Description Marcus Sundberg 2017-02-09 17:59:30 UTC
Created attachment 1248870 [details]
CPU graph covering the last year.

We have been running oVirt for a couple of years, and up until and including
3.6.7 the load on the engine node (an old HP DL360 Gen5 with SAS disks but
no battery backed RAID controller) was low. Then in the beginning of
October we upgraded to 4.0.4, and this caused the IO load to become
several times higher (I guess is due to the DWH functionality).

In November we upgraded to 4.0.5, which didn't have any effect on the load.

But now in January when we upgraded to 4.0.6 the CPU usage increased to
more than three times previously. As we yesterday upgraded to 4.1.0
and the load remains at the levels of 4.0.6 I'm reporting this against
4.1.0.4.

The number of hosts and VMs have been pretty constant during the time:

hosts-active          : 11
hosts-total           : 12
storage_domains-active: 7
storage_domains-total : 9
users-active          : 52
users-total           : 52
vms-active            : 242
vms-total             : 579

Comment 1 Yaniv Kaul 2017-02-13 19:24:09 UTC
Marcus - is this hosted engine or regular engine installation?
Can you provide engine, apache and DWH logs? 
Can you see in 'top' what seems to consume most of the CPU usage?
(We've also made various improvements in 4.1, I wonder how it'll look like with 4.1).

Comment 2 Yaniv Lavi 2017-02-26 12:27:32 UTC
I'm closing as there is no reply for 2 weeks.
Please reopen if you can provide the needed info.

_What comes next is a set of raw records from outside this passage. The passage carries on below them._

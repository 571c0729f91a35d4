//! What each band does on each feed.

use station::plan::{BandRange, Plan};
use station::report::{BandReport, FeedReport, LinkReport, Report, Sense, VerdictKind};
use station::units;

use super::ratings::rating_peak_v;
use super::{feed_letter, link_mark};
use crate::fonts::printable;

/// One band. Frequencies without a unit are in MHz.
#[derive(Clone, Debug, PartialEq)]
pub struct BandEntry {
    /// Its name.
    pub name: String,
    /// What it covers.
    pub range: String,
    /// The frequency that the figures hold for.
    pub at: String,
    /// Impedance at the feedpoint.
    pub feedpoint: String,
    /// One entry per feed.
    pub feeds: Vec<FeedEntry>,
    /// SWR at the transmitter without the matching unit, one per feed.
    pub curves: Vec<Curve>,
}

/// One feed on a band.
#[derive(Clone, Debug, PartialEq)]
pub struct FeedEntry {
    /// The feed's letter.
    pub letter: String,
    /// SWR at the feedpoint.
    pub swr_feedpoint: String,
    /// SWR at the transmitter without the matching unit.
    pub swr_before: String,
    /// SWR at the transmitter with the matching unit; empty where none is used.
    pub swr_after: String,
    /// How the matching unit is set; empty where none is used.
    pub setting: String,
    /// Loss of the whole feed.
    pub loss: String,
    /// Loss of each link from the transmitter to the wire, with the link's mark; empty where there is one link only.
    pub losses: String,
    /// Watts that reach the wire.
    pub watts: String,
    /// The verdict.
    pub kind: VerdictKind,
    /// What decided it at the worst frequency, and which part of the band works where that is not all or none.
    pub reason: String,
}

/// SWR over a band.
#[derive(Clone, Debug, PartialEq)]
pub struct Curve {
    /// Place in the band from 0 to 1, and SWR.
    pub points: Vec<(f64, f64)>,
    /// Single channels: dots, no line between them.
    pub is_channels: bool,
}

/// All bands.
pub(super) fn entries(plan: &Plan, report: &Report) -> Vec<BandEntry> {
    plan.bands
        .iter()
        .zip(&report.bands)
        .map(|(band, reported)| {
            let middle = reported.middle_point();
            let is_channels = matches!(band.range, BandRange::Channels { .. });
            BandEntry {
                name: printable(&reported.name),
                range: range(reported, is_channels),
                at: plain_megahertz(middle.frequency_hz),
                feedpoint: units::impedance(middle.feedpoint_ohm),
                feeds: (0..plan.feeds.len()).map(|feed| entry(plan, reported, feed)).collect(),
                curves: (0..plan.feeds.len()).map(|feed| curve(reported, feed, is_channels)).collect(),
            }
        })
        .collect()
}

fn range(band: &BandReport, is_channels: bool) -> String {
    let range = units::megahertz_range(band.low_hz, band.high_hz);
    match (is_channels, band.points.len()) {
        (true, 1) => format!("channel {range}"),
        (true, count) => format!("{count} ch. {range}"),
        (false, _) => range,
    }
}

fn plain_megahertz(frequency_hz: f64) -> String {
    units::megahertz_range(frequency_hz, frequency_hz)
}

fn entry(plan: &Plan, band: &BandReport, feed: usize) -> FeedEntry {
    let middle = &band.middle_point().feeds[feed];
    let is_set = middle.setting.is_some();
    FeedEntry {
        letter: feed_letter(feed),
        swr_feedpoint: units::swr(middle.at_feedpoint.swr),
        swr_before: units::swr(middle.before_unit.swr),
        swr_after: if is_set { units::swr(middle.at_transmitter.swr) } else { String::new() },
        setting: setting(middle),
        loss: units::decibels(middle.loss_db),
        losses: losses(&middle.links, feed),
        watts: units::watts(middle.watts_to_wire),
        kind: band.feeds[feed].verdict.kind,
        reason: reason(plan, band, feed),
    }
}

/// The window's reason is a sentence; paper has room for the number that decided, and marks say which part it is.
fn reason(plan: &Plan, band: &BandReport, feed: usize) -> String {
    let verdict = &band.feeds[feed].verdict;
    let point = &band.points[verdict.worst.min(band.points.len() - 1)];
    let worst = &point.feeds[feed];
    let decided = match verdict.kind {
        VerdictKind::Direct => format!("SWR {}", units::swr(worst.at_transmitter.swr)),
        VerdictKind::WithMatchingUnit | VerdictKind::TooLossy => {
            format!("{} to the wire", units::watts(worst.watts_to_wire))
        }
        VerdictKind::Overstressed => overstress(plan, &worst.links, feed),
        VerdictKind::OutOfRange => format!("SWR {}", units::swr(worst.at_transmitter.swr)),
    };
    let mut words = decided;
    if band.points.len() > 1 {
        words = format!("worst at {}: {words}", plain_megahertz(point.frequency_hz));
    }
    if !verdict.kind.works() && !verdict.covered_hz.is_empty() {
        let parts =
            verdict.covered_hz.iter().map(|&(low_hz, high_hz)| units::megahertz_range(low_hz, high_hz));
        words = format!("{words}; works {}", parts.collect::<Vec<_>>().join(", "));
    }
    words
}

/// The link that exceeds its rating the most.
fn overstress(plan: &Plan, links: &[LinkReport], feed: usize) -> String {
    let planned = &plan.feeds[feed].links;
    let rated = links.iter().enumerate().filter_map(|(index, link)| {
        rating_peak_v(&planned[index]).map(|rating_v| (index, link.peak_v, rating_v))
    });
    match rated.max_by(|a, b| (a.1 / a.2).total_cmp(&(b.1 / b.2))) {
        Some((index, peak_v, rating_v)) => {
            let mark = link_mark(feed, links.len(), index);
            format!("{mark} {}, rated {}", units::volts(peak_v), units::volts(rating_v))
        }
        None => "a part exceeds its rating".to_owned(),
    }
}

fn setting(feed: &FeedReport) -> String {
    feed.setting.map_or_else(String::new, |setting| {
        let side = match setting.sense {
            Sense::CapacitorAtWire => "at wire",
            Sense::CapacitorAtTransmitter => "at transmitter",
        };
        format!("{}, {} {side}", units::henries(setting.inductance_h), units::farads(setting.capacitance_f))
    })
}

fn losses(links: &[LinkReport], feed: usize) -> String {
    if links.len() < 2 {
        return String::new();
    }
    let part = |(from_wire, link): (usize, &LinkReport)| {
        format!("{}\u{a0}{}", link_mark(feed, links.len(), from_wire), units::fixed(link.loss_db, 2))
    };
    links.iter().enumerate().rev().map(part).collect::<Vec<_>>().join("  ")
}

fn curve(band: &BandReport, feed: usize, is_channels: bool) -> Curve {
    let width_hz = band.high_hz - band.low_hz;
    let place = |f: f64| if width_hz > 0.0 { (f - band.low_hz) / width_hz } else { 0.5 };
    let points = band
        .points
        .iter()
        .map(|point| (place(point.frequency_hz), point.feeds[feed].before_unit.swr))
        .collect();
    Curve { points, is_channels }
}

Comment 3 Marcus Sundberg 2017-03-27 11:57:03 UTC
This was a regular engine installation.

I managed to cut the IO load in half by modifying the postgresql config
from the EL7 defaults: 
-shared_buffers = 32MB			# min 128kB
+shared_buffers = 2048MB			# min 128kB
IO load was then still IMHO a bit high.

The high CPU usage introduced in 4.0.6 then resolved itself after a reboot,
while still running 4.0.6.

Then about a month ago I replaced the hardware of the engine with
a Dell PowerEdge R610 with battery backed RAID, and that reduced
average IO wait time of the system to about 1.8% which I consider
fine, even though it is twice as much as the IO load were on
oVirt 3.6 on worse hardware.

(Also upgraded the new engine to 4.1.1 a few days ago, and both IO
and CPU load remained consistent).

Thus closing this as WORKSFORME now.

Comment 4 Roy Golan 2017-03-27 19:35:51 UTC
(In reply to Marcus Sundberg from comment #3)
> This was a regular engine installation.
> 
> I managed to cut the IO load in half by modifying the postgresql config
> from the EL7 defaults: 
> -shared_buffers = 32MB			# min 128kB
> +shared_buffers = 2048MB			# min 128kB
> IO load was then still IMHO a bit high.

- what was the iowait before and after that change? 
- how much shared mem does pg take now? I'm suggesting that 2048 is just way high and that 512Mb can work just as well.
- how much physycal mem this machine has?

PG recommends setting this between 25%-40% of the machine mem, depends on the workload.